To solve this problem it is necessary to apply the concepts related to energy, defined as the voltage by the distance of the seperation. Later we will find the load, as a function of voltage and capacitance. And finally we will find the capacitance between the two plates depending on the permittivity constant, the Area and the distance.

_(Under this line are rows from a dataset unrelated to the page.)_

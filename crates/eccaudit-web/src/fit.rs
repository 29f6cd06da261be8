//! The least-squares orbit fit for the page: `Dataset.fit(settings)` runs the core fit and keeps
//! it, `drawPeriodogram` and `drawPhaseFold` draw it with eccaudit-plot.

use eccaudit_core::fit::figures::{phase_fold, search_periodogram};
use eccaudit_core::fit::{fit_orbit, FitData, FitOptions, FitReport};
use eccaudit_core::periodogram::{FrequencyLimits, Periodogram};
use eccaudit_plot::fit::{periodogram_figure, phase_figure};
use eccaudit_plot::PhaseFoldFigure;
use serde::{Deserialize, Serialize};
use wasm_bindgen::prelude::*;
use web_sys::HtmlCanvasElement;

use crate::dataset::Dataset;
use crate::render;
use crate::{js_error, to_js};

/// Shortest period searched when only the longest is given [d] (as `eccaudit fit`).
const DEFAULT_MIN_PERIOD: f64 = 1.0;
/// Samples of the model curve over one phase.
const CURVE_POINTS: usize = 600;

/// Settings of a fit from the page; absent fields take their defaults and an unknown field is an
/// error (so a misspelt setting is not silently ignored).
///
/// serde-wasm-bindgen (0.6) reads only the fields a struct names, so `deny_unknown_fields` never
/// fires for a JavaScript object; [`FitSettings::from_js`] checks the keys against
/// [`FitSettings::FIELDS`] first.
#[derive(Debug, Clone, Deserialize, Serialize)]
#[serde(default, deny_unknown_fields, rename_all = "camelCase")]
pub struct FitSettings {
    /// Keplerian companions (≥ 1).
    pub companions: usize,
    /// Shortest period searched [d]; with `max_period` absent, the longest is the time span.
    pub min_period: Option<f64>,
    /// Longest period searched [d]; with `min_period` absent, the shortest is 1 d.
    pub max_period: Option<f64>,
    /// Fit one jitter per instrument.
    pub jitter: bool,
    /// Fit a linear trend.
    pub trend: bool,
    /// Seed of the random starts.
    pub seed: u64,
}

impl Default for FitSettings {
    fn default() -> Self {
        let core = FitOptions::default();
        Self {
            companions: core.n_companions,
            min_period: None,
            max_period: None,
            jitter: core.jitter,
            trend: core.trend,
            seed: core.seed,
        }
    }
}

impl FitSettings {
    /// The JavaScript names of the settings.
    pub const FIELDS: [&'static str; 6] = [
        "companions",
        "minPeriod",
        "maxPeriod",
        "jitter",
        "trend",
        "seed",
    ];

    /// Settings from a JavaScript object (`undefined`/`null` for the defaults); an unknown key
    /// is an error naming it and the known ones.
    fn from_js(value: JsValue) -> Result<Self, String> {
        if value.is_null() || value.is_undefined() {
            return Ok(Self::default());
        }
        if let Some(object) = value.dyn_ref::<js_sys::Object>() {
            for key in js_sys::Object::keys(object).iter() {
                let key = key.as_string().unwrap_or_default();
                if !Self::FIELDS.contains(&key.as_str()) {
                    return Err(format!(
                        "unknown field `{key}`, expected one of {}",
                        Self::FIELDS.map(|f| format!("`{f}`")).join(", ")
                    ));
                }
            }
        }
        serde_wasm_bindgen::from_value(value).map_err(|err| err.to_string())
    }

    /// The core options, with the period range filled in the way `eccaudit fit` fills it.
    fn options(&self, data: &FitData) -> Result<FitOptions, String> {
        if self.companions == 0 {
            return Err("companions must be at least 1".into());
        }
        let mut options = FitOptions {
            n_companions: self.companions,
            jitter: self.jitter,
            trend: self.trend,
            seed: self.seed,
            ..FitOptions::default()
        };
        if self.min_period.is_some() || self.max_period.is_some() {
            let times = data.times();
            let span = times.iter().copied().fold(f64::NEG_INFINITY, f64::max)
                - times.iter().copied().fold(f64::INFINITY, f64::min);
            let min_period = self.min_period.unwrap_or(DEFAULT_MIN_PERIOD);
            let max_period = self.max_period.unwrap_or(span);
            if !(min_period > 0.0 && max_period > min_period) {
                return Err(format!(
                    "period range [{min_period}, {max_period}] d: the shortest period must be \
                     positive and below the longest"
                ));
            }
            options.limits = FrequencyLimits::PeriodRange {
                min_period,
                max_period,
            };
        }
        Ok(options)
    }
}

/// A fit kept with what its figures need.
pub(crate) struct StoredFit {
    data: FitData,
    report: FitReport,
    periodogram: Periodogram,
}

#[wasm_bindgen]
impl Dataset {
    /// Fit Keplerian orbits by least squares with `settings` (a [`FitSettings`] object, or
    /// `undefined` for the defaults); returns the core's `FitReport` as a plain object and keeps
    /// it for the figures. On error the previous fit is kept.
    pub fn fit(&mut self, settings: JsValue) -> Result<JsValue, JsValue> {
        let settings = FitSettings::from_js(settings)
            .map_err(|err| js_error(format!("fit settings: {err}")))?;
        let data = FitData::from_table(self.table());
        let options = settings.options(&data).map_err(js_error)?;
        let report = fit_orbit(&data, &options).map_err(js_error)?;
        let periodogram = search_periodogram(&data, &options).map_err(js_error)?;
        let out = to_js(&report)?;
        self.set_fit(Some(StoredFit {
            data,
            report,
            periodogram,
        }));
        Ok(out)
    }

    /// True when a fit is kept.
    #[wasm_bindgen(getter, js_name = hasFit)]
    pub fn has_fit(&self) -> bool {
        self.stored_fit().is_some()
    }

    /// Draw the periodogram of the kept fit's period search on `canvas`.
    #[wasm_bindgen(js_name = drawPeriodogram)]
    pub fn draw_periodogram(&self, canvas: HtmlCanvasElement) -> Result<(), JsValue> {
        render::on_canvas(
            &periodogram_figure(&self.fit_or_error()?.periodogram, ""),
            canvas,
        )
    }

    /// The same figure as [`Dataset::draw_periodogram`], as SVG text of `width` × `height` pixels.
    #[wasm_bindgen(js_name = drawPeriodogramSvg)]
    pub fn draw_periodogram_svg(&self, width: u32, height: u32) -> Result<String, JsValue> {
        let figure = periodogram_figure(&self.fit_or_error()?.periodogram, "");
        render::to_svg(&figure, width, height)
    }

    /// Draw companion `companion_idx` (0-based) of the kept fit's adopted solution folded on its
    /// period, with residuals, on `canvas`.
    #[wasm_bindgen(js_name = drawPhaseFold)]
    pub fn draw_phase_fold(
        &self,
        canvas: HtmlCanvasElement,
        companion_idx: usize,
    ) -> Result<(), JsValue> {
        render::on_canvas(&self.phase_fold_figure(companion_idx)?, canvas)
    }

    /// The same figure as [`Dataset::draw_phase_fold`], as SVG text of `width` × `height` pixels.
    #[wasm_bindgen(js_name = drawPhaseFoldSvg)]
    pub fn draw_phase_fold_svg(
        &self,
        width: u32,
        height: u32,
        companion_idx: usize,
    ) -> Result<String, JsValue> {
        render::to_svg(&self.phase_fold_figure(companion_idx)?, width, height)
    }
}

impl Dataset {
    /// The phase-fold figure of companion `companion_idx` (0-based) of the kept fit.
    fn phase_fold_figure(&self, companion_idx: usize) -> Result<PhaseFoldFigure, JsValue> {
        let fit = self.fit_or_error()?;
        let fold = phase_fold(
            &fit.data,
            fit.report.adopted_solution(),
            fit.report.reference_time,
            companion_idx + 1,
            CURVE_POINTS,
        )
        .map_err(js_error)?;
        Ok(phase_figure(&fold, &fit.data, &self.time_label(), ""))
    }
}

impl Dataset {
    fn fit_or_error(&self) -> Result<&StoredFit, JsValue> {
        self.stored_fit()
            .ok_or_else(|| js_error("no fit yet: run a fit before drawing its figures"))
    }
}

#[cfg(test)]
mod tests {
    use super::*;

    #[test]
    fn field_list_matches_the_struct() {
        // The key check of `from_js` must know every field serde knows, by the same names.
        let value = serde_json::to_value(FitSettings::default()).unwrap();
        let mut keys: Vec<&str> = value
            .as_object()
            .unwrap()
            .keys()
            .map(String::as_str)
            .collect();
        let mut fields = FitSettings::FIELDS.to_vec();
        keys.sort_unstable();
        fields.sort_unstable();
        assert_eq!(keys, fields);
    }

    #[test]
    fn options_follow_the_command_line_rules() {
        let data = FitData::new(
            &[0.0, 10.0, 250.0],
            &[1.0, 2.0, 3.0],
            &[1.0, 1.0, 1.0],
            &[0, 0, 0],
            &["a".into()],
        );
        let only_max = FitSettings {
            max_period: Some(100.0),
            ..FitSettings::default()
        };
        assert_eq!(
            only_max.options(&data).unwrap().limits,
            FrequencyLimits::PeriodRange {
                min_period: 1.0,
                max_period: 100.0
            }
        );
        let only_min = FitSettings {
            min_period: Some(5.0),
            ..FitSettings::default()
        };
        assert_eq!(
            only_min.options(&data).unwrap().limits,
            FrequencyLimits::PeriodRange {
                min_period: 5.0,
                max_period: 250.0
            }
        );
        let none = FitSettings {
            companions: 0,
            ..FitSettings::default()
        };
        assert!(none.options(&data).unwrap_err().contains("at least 1"));
    }
}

PART A) Electric field between two plates is
[tex]E= \frac{V}{d}[/tex]
Here,
V = Voltage
d = Distance
Replacing,
[tex]E = \frac{5.0V}{0.8*10^{-2}m}[/tex]
[tex]E = 625V/m[/tex]
PART B) Charge on the capacitor plates is
[tex]Q =CV[/tex]
Here,
C = Capacitance
V = Voltage
Replacing,
[tex]Q = (5.75*10^{-10}F)(5.0V)[/tex]
[tex]Q = 2.9*10^{-9}C[/tex]
PART C) Capacitance is
[tex]C = \frac{\epsilon_0 A}{d}[/tex]
[tex]\epsilon_0[/tex]= Permittivity of Free Space
A = Area
d = Distance
[tex]C = \frac{(8.85*10^{-12}C^2/N\cdot m^2)(0.52m^2)}{0.8*10^{-2}m}[/tex]
[tex]C = 0.00058*10^{-6}F[/tex]